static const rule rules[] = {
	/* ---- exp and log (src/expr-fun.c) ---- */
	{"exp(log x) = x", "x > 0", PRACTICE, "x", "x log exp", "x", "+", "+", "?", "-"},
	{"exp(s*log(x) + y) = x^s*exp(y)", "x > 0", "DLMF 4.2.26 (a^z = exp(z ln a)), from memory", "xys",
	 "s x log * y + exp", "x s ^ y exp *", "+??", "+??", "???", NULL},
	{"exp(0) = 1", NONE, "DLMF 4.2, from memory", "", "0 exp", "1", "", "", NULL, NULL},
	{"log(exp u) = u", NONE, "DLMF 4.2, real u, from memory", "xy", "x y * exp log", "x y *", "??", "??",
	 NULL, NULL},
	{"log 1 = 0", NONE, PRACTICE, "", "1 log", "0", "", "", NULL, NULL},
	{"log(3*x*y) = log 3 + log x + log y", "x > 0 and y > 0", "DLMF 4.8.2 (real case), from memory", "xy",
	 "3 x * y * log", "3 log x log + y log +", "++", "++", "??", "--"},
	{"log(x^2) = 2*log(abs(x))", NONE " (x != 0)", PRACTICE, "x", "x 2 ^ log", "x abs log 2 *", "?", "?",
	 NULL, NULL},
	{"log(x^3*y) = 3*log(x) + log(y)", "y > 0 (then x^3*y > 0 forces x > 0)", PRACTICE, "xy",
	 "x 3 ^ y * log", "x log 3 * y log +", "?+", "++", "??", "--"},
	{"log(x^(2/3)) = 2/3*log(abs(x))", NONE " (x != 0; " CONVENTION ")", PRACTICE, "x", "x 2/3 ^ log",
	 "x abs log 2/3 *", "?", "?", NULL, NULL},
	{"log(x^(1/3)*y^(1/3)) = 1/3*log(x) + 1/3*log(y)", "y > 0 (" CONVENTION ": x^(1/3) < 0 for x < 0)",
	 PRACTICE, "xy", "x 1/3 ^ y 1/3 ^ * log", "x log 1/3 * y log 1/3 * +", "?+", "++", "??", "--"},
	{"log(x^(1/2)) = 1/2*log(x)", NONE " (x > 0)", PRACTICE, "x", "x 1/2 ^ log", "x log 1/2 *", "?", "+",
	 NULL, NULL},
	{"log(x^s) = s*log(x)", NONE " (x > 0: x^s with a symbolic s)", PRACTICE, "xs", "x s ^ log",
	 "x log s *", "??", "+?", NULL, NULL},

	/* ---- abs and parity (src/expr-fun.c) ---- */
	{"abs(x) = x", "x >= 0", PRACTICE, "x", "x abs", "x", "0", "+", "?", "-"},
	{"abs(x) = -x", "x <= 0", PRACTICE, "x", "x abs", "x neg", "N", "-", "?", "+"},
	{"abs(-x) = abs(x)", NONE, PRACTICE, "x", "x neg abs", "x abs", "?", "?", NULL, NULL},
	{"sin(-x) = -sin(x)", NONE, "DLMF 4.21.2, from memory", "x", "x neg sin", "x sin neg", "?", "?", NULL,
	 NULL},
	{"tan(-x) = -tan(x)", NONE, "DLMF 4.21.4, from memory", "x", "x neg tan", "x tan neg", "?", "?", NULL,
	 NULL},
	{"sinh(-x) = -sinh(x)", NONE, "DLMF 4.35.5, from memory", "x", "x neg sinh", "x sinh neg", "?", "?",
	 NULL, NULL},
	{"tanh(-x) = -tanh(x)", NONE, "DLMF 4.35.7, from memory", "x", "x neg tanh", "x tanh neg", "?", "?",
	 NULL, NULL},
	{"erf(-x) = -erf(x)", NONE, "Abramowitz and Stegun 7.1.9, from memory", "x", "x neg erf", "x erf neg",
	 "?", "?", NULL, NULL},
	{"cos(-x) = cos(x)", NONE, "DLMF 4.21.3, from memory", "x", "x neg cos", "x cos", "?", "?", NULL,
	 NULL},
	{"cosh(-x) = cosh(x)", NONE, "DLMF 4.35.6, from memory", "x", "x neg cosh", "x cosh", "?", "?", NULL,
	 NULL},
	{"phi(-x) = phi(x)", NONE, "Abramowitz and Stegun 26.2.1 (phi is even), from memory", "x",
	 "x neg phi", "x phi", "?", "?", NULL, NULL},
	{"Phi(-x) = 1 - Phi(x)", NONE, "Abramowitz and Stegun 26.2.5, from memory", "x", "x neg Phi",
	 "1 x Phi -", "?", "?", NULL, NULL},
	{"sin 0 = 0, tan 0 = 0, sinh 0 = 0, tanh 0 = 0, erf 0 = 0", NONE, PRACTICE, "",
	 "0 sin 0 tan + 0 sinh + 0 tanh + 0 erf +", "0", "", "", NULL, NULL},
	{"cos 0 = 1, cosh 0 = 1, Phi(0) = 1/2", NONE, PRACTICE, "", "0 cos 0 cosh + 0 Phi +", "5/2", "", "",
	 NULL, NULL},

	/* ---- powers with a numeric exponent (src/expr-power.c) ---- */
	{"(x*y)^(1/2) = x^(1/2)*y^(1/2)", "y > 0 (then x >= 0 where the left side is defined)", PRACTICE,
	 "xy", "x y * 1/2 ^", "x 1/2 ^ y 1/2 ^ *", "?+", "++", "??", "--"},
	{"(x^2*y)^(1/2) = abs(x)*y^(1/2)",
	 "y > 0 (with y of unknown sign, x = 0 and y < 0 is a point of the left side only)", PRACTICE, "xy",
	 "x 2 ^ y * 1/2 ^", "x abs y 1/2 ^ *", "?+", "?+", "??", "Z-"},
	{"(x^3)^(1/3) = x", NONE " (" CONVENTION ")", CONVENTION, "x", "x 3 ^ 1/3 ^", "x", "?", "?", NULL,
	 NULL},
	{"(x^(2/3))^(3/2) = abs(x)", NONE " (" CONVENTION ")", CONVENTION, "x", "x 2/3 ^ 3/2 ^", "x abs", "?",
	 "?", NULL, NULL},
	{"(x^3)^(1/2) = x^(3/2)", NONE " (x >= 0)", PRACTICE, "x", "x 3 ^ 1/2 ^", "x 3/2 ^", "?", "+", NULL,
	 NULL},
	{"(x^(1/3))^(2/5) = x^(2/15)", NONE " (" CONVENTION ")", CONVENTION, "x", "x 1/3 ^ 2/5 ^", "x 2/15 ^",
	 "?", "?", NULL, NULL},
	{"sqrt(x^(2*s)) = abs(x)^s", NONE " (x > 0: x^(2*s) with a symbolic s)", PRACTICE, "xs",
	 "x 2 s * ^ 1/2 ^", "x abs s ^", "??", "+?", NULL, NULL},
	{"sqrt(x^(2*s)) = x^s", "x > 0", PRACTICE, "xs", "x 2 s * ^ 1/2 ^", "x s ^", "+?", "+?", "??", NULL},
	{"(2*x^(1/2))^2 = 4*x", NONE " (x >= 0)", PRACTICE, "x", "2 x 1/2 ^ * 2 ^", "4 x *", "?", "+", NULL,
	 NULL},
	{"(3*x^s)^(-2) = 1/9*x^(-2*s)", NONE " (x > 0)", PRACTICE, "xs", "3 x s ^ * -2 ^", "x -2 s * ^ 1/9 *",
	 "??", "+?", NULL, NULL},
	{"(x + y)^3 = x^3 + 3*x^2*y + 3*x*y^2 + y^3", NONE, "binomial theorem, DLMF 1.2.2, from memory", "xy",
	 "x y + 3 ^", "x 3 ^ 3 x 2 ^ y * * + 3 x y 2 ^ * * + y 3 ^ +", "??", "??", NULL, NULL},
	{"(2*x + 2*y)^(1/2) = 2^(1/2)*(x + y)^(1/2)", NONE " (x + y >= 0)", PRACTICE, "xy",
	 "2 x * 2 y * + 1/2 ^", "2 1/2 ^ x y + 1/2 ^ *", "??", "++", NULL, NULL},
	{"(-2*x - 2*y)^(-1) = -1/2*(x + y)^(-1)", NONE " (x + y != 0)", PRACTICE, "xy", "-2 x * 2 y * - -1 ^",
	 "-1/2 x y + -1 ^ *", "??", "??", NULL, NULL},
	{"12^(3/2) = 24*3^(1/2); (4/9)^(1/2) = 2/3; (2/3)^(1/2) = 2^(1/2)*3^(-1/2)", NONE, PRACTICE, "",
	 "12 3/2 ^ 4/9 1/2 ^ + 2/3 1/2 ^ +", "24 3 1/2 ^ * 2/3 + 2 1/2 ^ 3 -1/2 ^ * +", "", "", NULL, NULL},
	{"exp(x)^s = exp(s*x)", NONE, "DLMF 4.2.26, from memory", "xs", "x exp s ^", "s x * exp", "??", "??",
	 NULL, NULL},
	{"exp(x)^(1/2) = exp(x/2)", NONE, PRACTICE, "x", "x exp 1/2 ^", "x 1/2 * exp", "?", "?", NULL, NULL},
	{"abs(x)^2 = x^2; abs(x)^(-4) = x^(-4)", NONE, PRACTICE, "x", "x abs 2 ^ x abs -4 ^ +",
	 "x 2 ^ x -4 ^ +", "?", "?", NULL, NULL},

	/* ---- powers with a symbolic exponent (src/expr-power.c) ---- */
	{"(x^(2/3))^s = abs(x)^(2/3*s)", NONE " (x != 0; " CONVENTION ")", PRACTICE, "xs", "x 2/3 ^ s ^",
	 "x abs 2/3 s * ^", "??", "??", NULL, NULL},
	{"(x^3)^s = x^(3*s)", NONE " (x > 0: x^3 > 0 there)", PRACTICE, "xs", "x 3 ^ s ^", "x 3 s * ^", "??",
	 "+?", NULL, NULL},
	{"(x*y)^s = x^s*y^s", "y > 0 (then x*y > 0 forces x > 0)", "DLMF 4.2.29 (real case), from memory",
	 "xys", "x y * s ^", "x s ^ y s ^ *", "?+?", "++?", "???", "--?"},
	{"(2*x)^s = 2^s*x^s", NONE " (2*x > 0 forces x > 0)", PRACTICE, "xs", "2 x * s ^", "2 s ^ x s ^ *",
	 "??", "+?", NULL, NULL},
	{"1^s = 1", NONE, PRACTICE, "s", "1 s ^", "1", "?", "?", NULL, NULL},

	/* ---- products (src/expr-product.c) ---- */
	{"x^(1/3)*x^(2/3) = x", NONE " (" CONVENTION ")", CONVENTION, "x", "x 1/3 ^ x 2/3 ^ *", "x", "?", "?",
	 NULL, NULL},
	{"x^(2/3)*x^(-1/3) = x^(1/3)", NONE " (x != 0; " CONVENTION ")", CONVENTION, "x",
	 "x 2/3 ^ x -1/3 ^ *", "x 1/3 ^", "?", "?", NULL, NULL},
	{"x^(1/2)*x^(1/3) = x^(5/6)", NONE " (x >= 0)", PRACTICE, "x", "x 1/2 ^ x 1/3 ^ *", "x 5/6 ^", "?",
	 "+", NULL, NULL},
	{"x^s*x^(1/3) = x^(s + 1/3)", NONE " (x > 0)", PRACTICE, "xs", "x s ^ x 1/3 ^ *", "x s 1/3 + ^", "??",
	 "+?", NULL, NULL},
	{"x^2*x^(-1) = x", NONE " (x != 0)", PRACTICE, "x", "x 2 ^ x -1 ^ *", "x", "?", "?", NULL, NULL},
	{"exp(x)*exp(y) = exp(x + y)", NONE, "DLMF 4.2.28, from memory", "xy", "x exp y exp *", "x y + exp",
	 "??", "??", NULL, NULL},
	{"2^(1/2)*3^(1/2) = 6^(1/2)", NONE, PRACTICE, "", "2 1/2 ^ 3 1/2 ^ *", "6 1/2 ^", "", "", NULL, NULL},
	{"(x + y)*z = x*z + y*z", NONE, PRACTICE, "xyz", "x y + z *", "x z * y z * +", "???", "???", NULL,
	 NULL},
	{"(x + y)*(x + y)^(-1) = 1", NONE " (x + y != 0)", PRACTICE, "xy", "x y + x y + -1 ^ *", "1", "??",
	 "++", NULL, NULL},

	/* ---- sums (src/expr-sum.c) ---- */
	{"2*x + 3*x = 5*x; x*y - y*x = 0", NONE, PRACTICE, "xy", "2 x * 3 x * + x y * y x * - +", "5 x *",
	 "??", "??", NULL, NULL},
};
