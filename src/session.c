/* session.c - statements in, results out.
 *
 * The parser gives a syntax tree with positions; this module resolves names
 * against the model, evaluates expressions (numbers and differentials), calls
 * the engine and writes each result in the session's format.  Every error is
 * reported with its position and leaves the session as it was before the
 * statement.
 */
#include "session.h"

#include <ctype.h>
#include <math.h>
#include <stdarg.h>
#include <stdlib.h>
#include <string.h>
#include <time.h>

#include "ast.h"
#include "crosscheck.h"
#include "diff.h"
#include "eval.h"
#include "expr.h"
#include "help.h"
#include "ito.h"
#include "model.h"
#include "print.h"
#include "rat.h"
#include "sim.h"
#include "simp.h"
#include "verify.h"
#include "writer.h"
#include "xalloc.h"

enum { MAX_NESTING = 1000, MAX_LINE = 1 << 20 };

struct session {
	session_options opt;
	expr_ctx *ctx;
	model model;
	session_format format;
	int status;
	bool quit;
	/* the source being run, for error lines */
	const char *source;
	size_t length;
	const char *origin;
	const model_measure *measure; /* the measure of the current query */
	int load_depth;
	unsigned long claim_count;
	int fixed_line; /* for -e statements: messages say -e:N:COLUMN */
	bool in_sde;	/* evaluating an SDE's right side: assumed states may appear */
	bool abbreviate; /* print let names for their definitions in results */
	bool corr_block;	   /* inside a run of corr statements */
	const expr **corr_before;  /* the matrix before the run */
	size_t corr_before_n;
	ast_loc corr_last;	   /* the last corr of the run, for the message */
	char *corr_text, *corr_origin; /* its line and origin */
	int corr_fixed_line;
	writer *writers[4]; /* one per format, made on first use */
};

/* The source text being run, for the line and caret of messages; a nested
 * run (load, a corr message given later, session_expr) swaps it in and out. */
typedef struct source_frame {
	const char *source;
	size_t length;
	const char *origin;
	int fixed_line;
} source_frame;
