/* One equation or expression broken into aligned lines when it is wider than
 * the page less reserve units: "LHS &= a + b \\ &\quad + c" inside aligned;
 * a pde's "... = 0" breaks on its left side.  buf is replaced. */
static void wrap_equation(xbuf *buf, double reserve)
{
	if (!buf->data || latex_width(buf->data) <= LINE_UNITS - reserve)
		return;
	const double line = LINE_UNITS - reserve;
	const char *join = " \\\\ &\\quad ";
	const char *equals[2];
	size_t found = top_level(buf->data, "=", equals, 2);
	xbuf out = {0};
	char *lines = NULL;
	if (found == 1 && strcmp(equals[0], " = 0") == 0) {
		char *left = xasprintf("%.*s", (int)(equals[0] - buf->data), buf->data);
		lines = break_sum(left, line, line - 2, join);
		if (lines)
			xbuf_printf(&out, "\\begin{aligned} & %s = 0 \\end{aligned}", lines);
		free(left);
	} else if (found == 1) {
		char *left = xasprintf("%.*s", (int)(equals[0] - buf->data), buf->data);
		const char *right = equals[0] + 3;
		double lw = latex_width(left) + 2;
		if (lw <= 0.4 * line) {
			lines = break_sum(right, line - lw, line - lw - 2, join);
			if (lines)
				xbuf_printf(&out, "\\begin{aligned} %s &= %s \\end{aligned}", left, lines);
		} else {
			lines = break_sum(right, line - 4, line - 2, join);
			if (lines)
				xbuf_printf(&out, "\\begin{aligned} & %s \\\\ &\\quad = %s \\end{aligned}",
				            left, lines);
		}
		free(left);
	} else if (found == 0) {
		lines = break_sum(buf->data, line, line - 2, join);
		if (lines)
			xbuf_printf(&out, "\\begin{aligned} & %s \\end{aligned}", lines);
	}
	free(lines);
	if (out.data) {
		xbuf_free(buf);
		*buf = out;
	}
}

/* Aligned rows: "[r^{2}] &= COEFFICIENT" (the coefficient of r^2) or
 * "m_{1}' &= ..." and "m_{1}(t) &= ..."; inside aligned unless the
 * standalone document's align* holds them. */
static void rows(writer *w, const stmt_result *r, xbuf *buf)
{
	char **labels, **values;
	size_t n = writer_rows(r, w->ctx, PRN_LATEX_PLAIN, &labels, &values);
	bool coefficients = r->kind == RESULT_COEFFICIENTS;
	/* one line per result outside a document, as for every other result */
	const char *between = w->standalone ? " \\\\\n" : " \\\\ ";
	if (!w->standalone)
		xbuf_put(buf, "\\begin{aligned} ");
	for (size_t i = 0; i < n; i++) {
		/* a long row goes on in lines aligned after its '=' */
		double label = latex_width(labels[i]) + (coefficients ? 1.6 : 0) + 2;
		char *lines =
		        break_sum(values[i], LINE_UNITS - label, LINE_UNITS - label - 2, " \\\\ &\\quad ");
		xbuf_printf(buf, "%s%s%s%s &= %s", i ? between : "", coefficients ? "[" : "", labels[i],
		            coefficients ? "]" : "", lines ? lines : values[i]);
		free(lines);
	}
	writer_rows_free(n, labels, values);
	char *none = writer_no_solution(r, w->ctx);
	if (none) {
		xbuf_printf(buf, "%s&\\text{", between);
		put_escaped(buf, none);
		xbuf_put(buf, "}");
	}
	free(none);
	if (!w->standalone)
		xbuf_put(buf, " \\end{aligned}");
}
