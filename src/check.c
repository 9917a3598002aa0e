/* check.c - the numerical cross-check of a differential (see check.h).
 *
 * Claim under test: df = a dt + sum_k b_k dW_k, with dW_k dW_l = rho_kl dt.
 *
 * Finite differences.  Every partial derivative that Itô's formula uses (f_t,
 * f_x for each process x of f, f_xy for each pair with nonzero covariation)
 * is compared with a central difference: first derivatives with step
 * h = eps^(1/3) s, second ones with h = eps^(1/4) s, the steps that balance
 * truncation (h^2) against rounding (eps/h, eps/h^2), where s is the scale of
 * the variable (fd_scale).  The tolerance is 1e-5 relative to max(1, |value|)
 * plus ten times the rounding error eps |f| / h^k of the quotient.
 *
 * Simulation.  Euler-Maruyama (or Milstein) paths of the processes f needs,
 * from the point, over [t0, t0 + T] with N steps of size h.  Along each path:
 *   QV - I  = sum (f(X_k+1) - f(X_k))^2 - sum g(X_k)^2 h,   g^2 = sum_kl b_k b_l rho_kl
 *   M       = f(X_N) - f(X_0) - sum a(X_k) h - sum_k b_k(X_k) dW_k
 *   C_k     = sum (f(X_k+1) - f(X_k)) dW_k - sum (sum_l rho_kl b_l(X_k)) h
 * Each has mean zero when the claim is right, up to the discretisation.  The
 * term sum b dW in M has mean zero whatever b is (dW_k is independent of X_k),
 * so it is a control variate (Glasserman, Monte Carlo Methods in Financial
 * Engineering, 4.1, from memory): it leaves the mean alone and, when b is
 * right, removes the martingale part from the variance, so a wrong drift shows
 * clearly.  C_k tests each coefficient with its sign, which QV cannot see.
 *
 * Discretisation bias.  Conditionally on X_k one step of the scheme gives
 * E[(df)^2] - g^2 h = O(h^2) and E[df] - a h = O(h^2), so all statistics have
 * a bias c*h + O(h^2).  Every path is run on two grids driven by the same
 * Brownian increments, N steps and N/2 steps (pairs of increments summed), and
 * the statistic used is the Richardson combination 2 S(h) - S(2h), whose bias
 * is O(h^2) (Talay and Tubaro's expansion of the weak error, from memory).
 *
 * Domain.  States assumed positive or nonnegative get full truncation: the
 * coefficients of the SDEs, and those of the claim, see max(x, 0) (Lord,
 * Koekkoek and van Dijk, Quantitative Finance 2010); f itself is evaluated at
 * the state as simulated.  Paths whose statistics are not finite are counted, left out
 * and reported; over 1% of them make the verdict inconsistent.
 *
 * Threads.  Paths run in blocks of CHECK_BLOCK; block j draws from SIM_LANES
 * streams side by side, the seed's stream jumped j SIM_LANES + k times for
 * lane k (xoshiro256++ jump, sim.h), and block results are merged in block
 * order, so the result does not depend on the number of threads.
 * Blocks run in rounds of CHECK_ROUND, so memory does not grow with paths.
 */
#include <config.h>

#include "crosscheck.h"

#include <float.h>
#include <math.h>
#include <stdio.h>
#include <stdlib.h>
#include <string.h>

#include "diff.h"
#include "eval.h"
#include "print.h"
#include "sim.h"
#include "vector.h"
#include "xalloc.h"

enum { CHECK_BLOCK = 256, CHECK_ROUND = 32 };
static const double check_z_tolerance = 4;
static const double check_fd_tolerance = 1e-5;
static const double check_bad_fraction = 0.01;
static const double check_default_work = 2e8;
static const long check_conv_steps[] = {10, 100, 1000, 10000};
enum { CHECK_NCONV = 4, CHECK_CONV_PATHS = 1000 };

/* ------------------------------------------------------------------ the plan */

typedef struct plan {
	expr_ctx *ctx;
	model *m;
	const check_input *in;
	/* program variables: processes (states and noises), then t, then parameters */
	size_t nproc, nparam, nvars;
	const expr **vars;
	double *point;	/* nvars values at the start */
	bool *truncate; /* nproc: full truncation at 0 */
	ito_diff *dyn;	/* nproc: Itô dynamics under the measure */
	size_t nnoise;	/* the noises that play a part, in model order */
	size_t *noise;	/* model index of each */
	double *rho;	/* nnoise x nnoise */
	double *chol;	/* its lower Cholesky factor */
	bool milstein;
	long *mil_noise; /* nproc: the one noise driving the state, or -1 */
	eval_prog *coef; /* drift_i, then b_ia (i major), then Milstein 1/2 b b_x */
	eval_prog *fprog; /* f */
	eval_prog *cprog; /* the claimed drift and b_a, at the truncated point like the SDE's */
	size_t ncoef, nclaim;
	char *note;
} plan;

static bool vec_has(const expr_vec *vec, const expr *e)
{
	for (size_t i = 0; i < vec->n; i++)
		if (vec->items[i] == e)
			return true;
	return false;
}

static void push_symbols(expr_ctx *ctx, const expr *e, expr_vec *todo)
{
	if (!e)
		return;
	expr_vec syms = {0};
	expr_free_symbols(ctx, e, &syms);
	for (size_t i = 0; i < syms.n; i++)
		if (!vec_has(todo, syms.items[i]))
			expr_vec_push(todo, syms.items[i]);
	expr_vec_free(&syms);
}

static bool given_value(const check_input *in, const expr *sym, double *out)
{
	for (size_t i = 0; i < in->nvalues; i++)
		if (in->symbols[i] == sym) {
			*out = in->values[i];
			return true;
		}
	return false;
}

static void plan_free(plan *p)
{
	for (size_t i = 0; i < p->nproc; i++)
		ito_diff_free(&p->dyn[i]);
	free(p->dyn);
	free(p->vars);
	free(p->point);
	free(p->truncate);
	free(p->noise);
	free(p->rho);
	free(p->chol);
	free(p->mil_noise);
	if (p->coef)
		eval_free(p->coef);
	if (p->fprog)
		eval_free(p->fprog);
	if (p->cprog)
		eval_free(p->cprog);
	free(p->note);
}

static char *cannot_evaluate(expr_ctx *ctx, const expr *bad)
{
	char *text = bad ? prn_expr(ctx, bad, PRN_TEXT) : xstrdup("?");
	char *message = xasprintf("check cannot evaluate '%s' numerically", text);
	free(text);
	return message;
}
════════════════
**TASK DESCRIPTION**.
Taking the listing above as the source, transcribe only the lines starting at the line with "lines = break_sum(right, line - lw, line" and going through the line with "PRN_LATEX_PLAIN, &labels, &values);", unaltered and with both ends included.

**ANSWER FOR THIS EXERCISE**.
			lines = break_sum(right, line - lw, line - lw - 2, join);
			if (lines)
				xbuf_printf(&out, "\\begin{aligned} %s &= %s \\end{aligned}", left, lines);
		} else {
			lines = break_sum(right, line - 4, line - 2, join);
			if (lines)
				xbuf_printf(&out, "\\begin{aligned} & %s \\\\ &\\quad = %s \\end{aligned}",
				            left, lines);
		}
		free(left);
	} else if (found == 0) {
		lines = break_sum(buf->data, line, line - 2, join);
		if (lines)
			xbuf_printf(&out, "\\begin{aligned} & %s \\end{aligned}", lines);
	}
	free(lines);
	if (out.data) {
		xbuf_free(buf);
		*buf = out;
	}
}

/* Aligned rows: "[r^{2}] &= COEFFICIENT" (the coefficient of r^2) or
 * "m_{1}' &= ..." and "m_{1}(t) &= ..."; inside aligned unless the
 * standalone document's align* holds them. */
static void rows(writer *w, const stmt_result *r, xbuf *buf)
{
	char **labels, **values;
	size_t n = writer_rows(r, w->ctx, PRN_LATEX_PLAIN, &labels, &values);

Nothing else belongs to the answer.